Andrew Lobb, Patrick Orson and Dirk Schütz

Algebraic & Geometric Topology 17 (2017) 1261–1281
Abstract

We extend Lipshitz and Sarkar’s definition of a stable homotopy type associated to a link $L$ whose cohomology recovers the Khovanov cohomology of $L$. Given an assignment $c$ (called a coloring) of a positive integer to each component of a link $L$, we define a stable homotopy type ${\mathsc{X}}_{col}\left({L}_{c}\right)$ whose cohomology recovers the $c$–colored Khovanov cohomology of $L$. This goes via Rozansky’s definition of a categorified Jones–Wenzl projector ${P}_{n}$ as an infinite torus braid on $n$ strands.

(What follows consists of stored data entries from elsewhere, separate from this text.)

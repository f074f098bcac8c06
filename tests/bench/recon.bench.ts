import { generateMask } from '../../sampling/index.ts';
import { acquire } from '../../src/acquisition/acquire.ts';
import { fullKspaceFromPhantom } from '../../src/acquisition/phantom-source.ts';
import { fft2c, ifft2c } from '../../src/core/centered-fft.ts';
import { createComplexImage } from '../../src/core/complex-image.ts';
import { getPhantom } from '../../src/phantoms/index.ts';
import { reconstruct } from '../../src/recon/index.ts';
import { type BenchRow, medianMs } from './timing.ts';

/**
 * Reconstruction cost at 256×256 (modified Shepp–Logan, analytic k-space, Poisson-disc R = 4):
 * cs-tv 100 iterations and lowrank-hankel (7×7 window, default rank and weighting) 50 iterations,
 * each also per iteration and as the ratio of one iteration to one fft2c + ifft2c pair — the
 * FFT-bound floor of a method that needs one transform pair per iteration. Tolerance 0 so every
 * iteration runs. Medians of a few runs; timer resolution ≈ 1 µs (performance.now()).
 */
export async function benchRecon(): Promise<BenchRow[]> {
  const n = 256;
  const full = fullKspaceFromPhantom(getPhantom('shepp-logan-modified'), n, n, 'analytic');
  const sampled = generateMask(
    { nx: n, ny: n },
    { pattern: 'poisson-disc', acceleration: 4, acs: 24, seed: 1 },
  );
  const { kspace } = acquire(full, sampled.mask, undefined, 1);
  const input = { kspace, mask: sampled.mask, density: sampled.density };

  const scratch = createComplexImage(n, n);
  scratch.data.set(kspace.data);
  const pair = await medianMs(() => {
    fft2c(scratch, scratch);
    ifft2c(scratch, scratch);
  }, 11);

  const rows: BenchRow[] = [{ name: `fft2c+ifft2c ${n}×${n} (reference pair)`, medianMs: pair }];
  const cases = [
    { label: 'cs-tv', iterations: 100, method: { name: 'cs-tv' as const, iterations: 100, tolerance: 0 } },
    {
      label: 'lowrank-hankel w=7',
      iterations: 50,
      method: { name: 'lowrank-hankel' as const, kernel: 7, iterations: 50, tolerance: 0 },
    },
  ];
  for (const c of cases) {
    const total = await medianMs(() => reconstruct(input, c.method), 3, 1);
    const perIteration = total / c.iterations;
    rows.push({ name: `${c.label} ${n}×${n}, ${c.iterations} iterations`, medianMs: total });
    rows.push({
      name: `${c.label} ${n}×${n}, per iteration`,
      medianMs: perIteration,
      note: `${(perIteration / pair).toFixed(2)}× one fft2c+ifft2c pair (${pair.toFixed(2)} ms)`,
    });
  }
  return rows;
}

We then observe that Cooper and Krushkal’s explicit definition of ${P}_{2}$ also gives rise to stable homotopy types of colored links (using the restricted palette $\left\{1,2\right\}$), and we show that these coincide with ${\mathsc{X}}_{col}$. We use this equivalence to compute the stable homotopy type of the $\left(2,1\right)$–colored Hopf link and the $2$–colored trefoil. Finally, we discuss the Cooper–Krushkal projector ${P}_{3}$ and make a conjecture of ${\mathsc{X}}_{col}\left({U}_{3}\right)$ for $U$ the unknot.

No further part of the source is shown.